L’anno di catechesi sta volgendo al termine e sta arrivando il momento in cui è necessario tirare le somme per capire come è andato l’anno, come sono stati i ragazzi, quali sono stati i cambiamenti, quali sono stati i miglioramenti raggiunti e quali sono le cose da modificare e da cambiare in previsione dell’anno successivo.

Come posso impostare una verifica? Su cosa e chi verifico?

Ecco una storiella utile a comprendere cosa significa e come si può impostare una verifica.

Un giorno un viandante si avvicinò a Socrate e gli chiese quanto distasse Atene e questi gli rispose: «Cammina». Il ragazzo ritentò:  «Sì, ma quanto dista da qui?». L’uomo rispose: «Cammina». Il ragazzo riprovò ancora: «Ma quanto è lontana?». Socrate replicò: «Cammina». Il viandante perse la pazienza e si allontanò. Dopo che ebbe fatto qualche passo, Socrate gli urlò: «Un giorno!». Il ragazzo si voltò sorpreso ed esclamò: «Ma non potevi dirmelo prima?!». E Socrate rispose: «E che ne sapevo di come camminavi?».

Questa storiella ci aiuta a capire che, per verificare e per valutare come è andato l’anno di catechesi, è necessario tener conto del punto in cui si sarebbe voluti arrivare (Atene), ma anche del punto di partenza e delle condizioni in cui si è partiti (caratteristiche del ragazzo, stile della camminata).

Nella pratica siamo portati ad analizzare i risultati concreti: «Ha imparato a dire le preghiere», «Ha partecipato a tutti gli incontri di catechesi», «Non riesce a rispettare gli altri», «Non sa niente della storia della Bibbia».

Ma all’inizio dell’anno erano stati stabiliti gli obiettivi da raggiungere?
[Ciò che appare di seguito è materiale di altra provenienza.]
import numpy as np
import optuna
from numpy.typing import NDArray
from optuna.trial import FrozenTrial, TrialState

from tuneopt.model import Setup
from tuneopt.optimise.edges import edge_flags, static_warnings
from tuneopt.optimise.evaluate import Evaluator
from tuneopt.optimise.polish import MIN_BUDGET, point_key
from tuneopt.optimise.refine import refine
from tuneopt.optimise.robustness import (
    FLAT,
    LEEWAY_DEPTH,
    ROBUSTNESS_REALISATIONS,
    Ridden,
    leeway,
    robustness_fields,
)
from tuneopt.optimise.space import SearchSpace
from tuneopt.optimise.together import together
from tuneopt.optimise.validation import (
    DEFAULT_VALIDATION,
    FINALISTS,
    compare_scores,
    selection_count,
    selection_evaluator,
    selection_means,
    selection_table,
    validation_evaluator,
    validation_outcomes,
)

__all__ = [
    "RankedSetup",
    "Ranking",
    "as_good",
    "pareto_front",
    "rank_study",
    "tradeoff_sentence",
]

# How each score term reads in a sentence: (noun phrase, "better" adjective, "worse" adjective).
TERM_WORDS = {
    "front_load_variation": ("front tyre load", "steadier", "more variable"),
    "rear_load_variation": ("rear tyre load", "steadier", "more variable"),
    "unloaded_time": ("time with a wheel unloaded", "shorter", "longer"),
    "bottom_outs": ("bottom-outs", "fewer", "more"),
    "bottom_out_depth": ("depth of its deepest bottom-out", "less", "more"),
    "bottom_out_risk": ("firm bottom-outs on a run", "fewer", "more"),
    "rim_strikes": ("rim strikes", "fewer", "more"),
    "rim_strike_risk": ("rim strikes and near misses on a run", "fewer", "more"),
    "front_grip": ("grip asked of the front tyre and not there", "less", "more"),
    "rear_grip": ("grip asked of the rear tyre and not there", "less", "more"),
    "pack_down": ("ride height lost over repeated bumps", "less", "more"),
    "top_outs": ("top-out strikes", "fewer", "more"),
    "kick": ("kick as a deep compression rebounds", "less", "more"),
    "pitch": ("pitch motion", "calmer", "livelier"),
    "rider_vibration": ("vibration at the rider", "lower", "higher"),
}
# the non-dominated set is taken over these terms
PARETO_TERMS = ("front_load_variation", "rear_load_variation", "bottom_outs", "pitch")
Si era deciso di “andare ad Atene”?

Se non ci si dà degli obiettivi, infatti, in base a che cosa si potrà valutare l’andamento dell’anno? Si valuterà tutto solo in base alle presenze e alle assenze? O si sceglierà di seguire la scia delle emozioni del momento? Pensate, per esempio, ai tre anni di predicazione di Gesù. Se dovessimo valutarli sulla base delle emozioni che i presenti hanno provato e hanno percepito durante l’ultima cena, probabilmente verrebbe da pensare che è stato un disastro!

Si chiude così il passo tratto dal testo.